How to manage any kind of secret with AWS Secrets Manager - SanderKnape
https://sanderknape.com/2018/07/manage-custom-secrets-aws-secrets-manager/
======
eropple
This write-up is solid - but man, this product looks questionable. 40 cents
per secret per month? With Credstash[0] or a moral equivalent[1] you pay a
buck for a KMS key and microcents for the data storage.
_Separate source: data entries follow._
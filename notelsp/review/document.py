"""Review a whole document: scan it, analyse each species, run the rules.

Pure: text in, a :class:`DocumentReview` out.  The findings of one annotation
depend only on its own text and the settings, so they are cached by that text
(position-free) and shifted into place; a species is analysed once per
process by the analyser's own cache.
"""

from __future__ import annotations

from bisect import bisect_left, bisect_right
from dataclasses import dataclass
from functools import cache, cached_property
from typing import Any, Literal

from ..notation import scan
from ..notation.model import Annotation, Found, ScannedDocument, Span, annotation_of
from ..positions import LineIndex
from .findings import Finding
from .settings import Settings

DocumentKind = Literal["markdown", "text"]


@dataclass(frozen=True)
class DocumentReview:
    text: str
    scanned: ScannedDocument
    findings: tuple[Finding, ...]

    @cached_property
    def line_index(self) -> LineIndex:
        return LineIndex(self.text)

    @property
    def annotations(self) -> tuple[Annotation, ...]:
        return self.scanned.annotations

    def analyses_of(self, annotation: Annotation) -> tuple[Any, ...]:
        return analyses_of(annotation)

    @cached_property
    def _finding_starts(self) -> list[int]:
        return [finding.span.start for finding in self.findings]

    @cached_property
    def _longest_finding(self) -> int:
        return max((finding.span.end - finding.span.start for finding in self.findings), default=0)

    def annotation_at(self, offset: int) -> Annotation | None:
        """The first annotation (in document order) whose span holds ``offset``, ends included."""
        found = self.scanned.found
        # Annotations are sorted by start and do not overlap: only the last two starting at or before
        # ``offset`` can hold it, and of those the earlier wins when both touch it.
        last = bisect_right(self.scanned.starts, offset) - 1
        for index in range(max(last - 1, 0), last + 1):
            if found[index][0] <= offset <= found[index][1]:
                return self.scanned.annotation(index)  # only this one is made, not all of them
        return None

    def findings_in(self, span: Span) -> tuple[Finding, ...]:
        """Findings whose range overlaps ``span`` (touching counts, so empty ranges are found)."""
        # Findings are sorted by start; none is longer than the longest, which bounds where to look.
        first = bisect_left(self._finding_starts, span.start - self._longest_finding)
        stop = bisect_right(self._finding_starts, span.end)
        return tuple(f for f in self.findings[first:stop] if f.span.start <= span.end and span.start <= f.span.end)


def kind_of_path(path: str) -> DocumentKind:
    return "text" if path.lower().endswith(".txt") else "markdown"


@cache
def _chemistry() -> Any:
    """The analyser and the rules, imported once on first use (numpy and the isomer tables
    are not needed to start a server, only to review)."""
    from .. import chem
    from . import rules

    return chem, rules


def analyses_of(annotation: Annotation) -> tuple[Any, ...]:
    analyse = _chemistry()[0].analyse
    return tuple(analyse(formula) for formula in annotation.formulas)


def review_text(text: str, kind: DocumentKind = "markdown", settings: Settings | None = None) -> DocumentReview:
    settings = settings or Settings()
    rules = _chemistry()[1]
    reviewed = _reviewed_length(text, rules.notation.MAX_REVIEWED_CHARS)
    scanned = scan(text if reviewed == len(text) else text[:reviewed], kind)
    reviews, placed = _reviews_for(settings)
    findings: list[Finding] = []
    for found in scanned.found:
        start, end, _, _, _, form = found
        source = text[start:end]
        relative = reviews.get((source, form))
        if relative is None:
            if len(reviews) >= _REVIEWS_LIMIT:  # a note of more distinct annotations than the cap
                reviews.clear()
            relative = reviews[(source, form)] = _review_relative(_relative_annotation(found), settings)
        if relative:  # most annotations have no findings: nothing to place
            key = (source, form, start)
            here = placed.get(key)
            if here is None:
                if len(placed) >= _REVIEWS_LIMIT:
                    placed.clear()
                here = placed[key] = tuple([finding.shifted(start) for finding in relative])
            findings.extend(here)
    # Each annotation's findings are sorted and lie inside it, and annotations neither overlap
    # nor touch: in document order the findings are sorted already.
    whole_note = rules.whole_note_findings(text, reviewed, settings)
    if whole_note:
        findings.extend(whole_note)
        findings.sort(key=_ORDER)
    return DocumentReview(text, scanned, tuple(findings))


def _ORDER(finding: Finding) -> tuple[int, int, str]:
    return finding.span.start, finding.span.end, finding.code


def _reviewed_length(text: str, limit: int) -> int:
    """How much of ``text`` is reviewed: all of it, or up to the last line break within ``limit``."""
    if len(text) <= limit:
        return len(text)
    line_break = text.rfind("\n", 0, limit)
    return line_break + 1 if line_break > 0 else limit


# The findings of each annotation text (offsets from the annotation's start), per settings.
# An annotation's findings depend only on its own text, its form and the settings.  Beside
# them, the same findings placed at an offset: after an edit, the annotations before it are
# where they were, and their findings are taken as they are.
_REVIEWS_LIMIT = 20_000
Relative = dict[tuple[str, str], tuple[Finding, ...]]
Placed = dict[tuple[str, str, int], tuple[Finding, ...]]
_reviews: dict[Settings, tuple[Relative, Placed]] = {}


_SETTINGS_LIMIT = 8  # settings change rarely; a few sets are plenty


def _reviews_for(settings: Settings) -> tuple[Relative, Placed]:
    """The caches for ``settings``; each is emptied when full (edits leave findings at old offsets
    behind, and a long session types ever new annotations: both are cheap to compute again)."""
    reviews = _reviews.get(settings)
    if reviews is None:
        if len(_reviews) >= _SETTINGS_LIMIT:
            _reviews.clear()
        reviews = _reviews[settings] = ({}, {})
    return reviews


def forget_placed_results() -> None:
    """Empty only the caches of results at positions (placed findings)."""
    for _, placed in list(_reviews.values()):
        placed.clear()


def forget_cached_results() -> None:
    """Empty the review path's result caches (parses, line scans, findings, remembered documents).

    For tests and benchmarks that need a review computed afresh; species analyses keep their own cache.
    """
    from ..notation import markdown, markdown_blocks, scanner, transform

    _reviews.clear()
    for cached in (transform.parse_body, scanner._inline_groups, scanner._block_body, markdown_blocks._paragraph_pieces):
        cached.cache_clear()
    markdown.forget_documents()


def _relative_annotation(found: Found) -> Annotation:
    """The annotation with offsets counted from its own start (as if it were the whole text)."""
    start, end, body_start, body_end, parsed, form = found
    return annotation_of((0, end - start, body_start - start, body_end - start, parsed, form))


def _review_relative(annotation: Annotation, settings: Settings) -> tuple[Finding, ...]:
    """Run every enabled rule on one annotation (placed as if it were the whole text)."""
    rules = _chemistry()[1]
    analyses = analyses_of(annotation)
    found: list[Finding] = []
    for claim in (None, *annotation.claims):
        for rule in rules.rules_for(claim):
            if settings.enabled(rule.code):
                found.extend(rule.check(rules.RuleContext(rule, annotation, claim, analyses, settings)))
    return tuple(sorted(found, key=_ORDER))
RDS rotation is...fine, I guess, if you have an auditor who really wants that
and can't write a scheduled job for the task (I've been using one with
credstash so long it's just an automatic part of a new environment), but it's
got me skeptical.

Something AWS _could_ do, and I'd be very interested in, is a hosted moral
equivalent to Vault. Give me a daemon or something to run on an instance,
allow me to IAM-gate temporary SSH credentials (and chuck it in CloudTrail)
and temporary SQL databases, and that I'd pay for 'cause I really don't want
to deal with Vault or HashiCorp. But AWS Secrets Manager, by itself, doesn't
really present a good reason-for-being to me.

[0] - [https://github.com/fugue/credstash](https://github.com/fugue/credstash)

[1] -
[https://github.com/codahale/sneaker](https://github.com/codahale/sneaker)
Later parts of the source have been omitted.